Buscamos argumentos sólidos y los ponemos a disposición del diálogo constructivo. En el consenso está la solución inteligente, es subir la escalera de la vida por los peldaños adecuados, sin tropiezos, sin fracasos, sin exclusiones arbitrarias.

          Los Gobernadores Regionales señalan en su declaración que también “hay violencia en los colegios, en los consultorios, en las comisarías, en zonas de protección ambiental, en los espacios de decisión política, en los medios de comunicación”.  Y entendemos eso como un nuevo hábito que va apareciendo en nuestra convivencia social, como si fuera una costumbre que surge  imparable. Ante esto, buscamos explicaciones. Muchos psicólogos y expertos en estos temas afirman que la pandemia que nos está afectando desde hace dos años, es la responsable del cambio de nuestra cultura ciudadana. Y eso tiene lógica, porque estamos alterados ya nos vemos obligados a convivir con un virus que es peligroso, que ha sido letal masivamente y que ahora logramos controlar a medias con una vacuna.

          Días de encierro obligatorio, de adaptación a nuevas normas de conducta social para evitar los contagios, restricciones diversas, nuevos hábitos de aseo y de convivencia social, nos llevan a un estado de crisis psicológica. Pero debemos tener la certeza de que podemos enfrentarla, que podemos superarla, porque somos seres inteligentes. Debemos darnos cuenta de que asumimos nuevas responsabilidades, mucho más allá de la individualidad. Debemos ser responsables sociales y ampliar nuestros horizontes de solidaridad.

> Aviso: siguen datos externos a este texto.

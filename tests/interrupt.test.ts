/**
 * The registry of what an interruption must undo (src/util/interrupt.ts): the command line
 * handles signals only while it holds something, undoes displays before outputs, and counts the
 * outputs it removed.
 */
import { describe, expect, it } from "vitest";
import { eventLoopTurn, onInterrupt, undoAll, watchUndos } from "../src/util/interrupt.js";

describe("interrupt undos", () => {
  it("tells the watcher when there is something to undo, and undoes displays first", () => {
    const states: boolean[] = [];
    watchUndos((pending) => states.push(pending));
    const ran: string[] = [];
    const doneOutput = onInterrupt({ output: "links.jsonl", run: () => ran.push("output") });
    onInterrupt({ run: () => ran.push("display") });
    doneOutput();
    onInterrupt({ output: "people.kb", run: () => ran.push("output 2") });
    expect(undoAll()).toEqual(["people.kb"]);
    expect(ran).toEqual(["display", "output 2"]);
    // Nothing pending at first, something from the first undo on, nothing after undoAll.
    expect(states[0]).toBe(false);
    expect(states[1]).toBe(true);
    expect(states.at(-1)).toBe(false);
    // A finished undo is not run again, and finishing twice is harmless.
    const done = onInterrupt({ output: "x", run: () => ran.push("never") });
    done();
    done();
    expect(undoAll()).toEqual([]);
    expect(ran).not.toContain("never");
    watchUndos(() => {});
  });

  it("lets timers and I/O callbacks due run before it resolves", async () => {
    let fired = false;
    setTimeout(() => {
      fired = true;
    }, 0);
    await new Promise((r) => setTimeout(r, 5)); // the timer is due now
    fired = false;
    setImmediate(() => {
      fired = true;
    });
    await eventLoopTurn();
    expect(fired).toBe(true);
  });
});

          Cada cual debe asumir su propia obligación de cuidarse, establecer nuevas normas personales de conducta y transformar su acción individual en colectiva.  Lo que nosotros practicamos en nuestra convivencia familiar, debemos aplicarlo también en la acción común de cada día. Sí, debemos cuidarnos nosotros, hacer lo mismo con nuestro entorno personal, pero también es necesario hacer lo mismo con nuestros vecinos, con el conjunto de la sociedad. Esa es la responsabilidad que nos asiste y esa es la actitud que debemos aprender a practicarla.

          Recordar, en consecuencia, que si nuestras autoridades regionales están preocupadas, nosotros debemos asumir también la misma preocupación. Porque entre todos debemos buscar las soluciones ya que los problemas de la violencia nos afectan a todos por igual.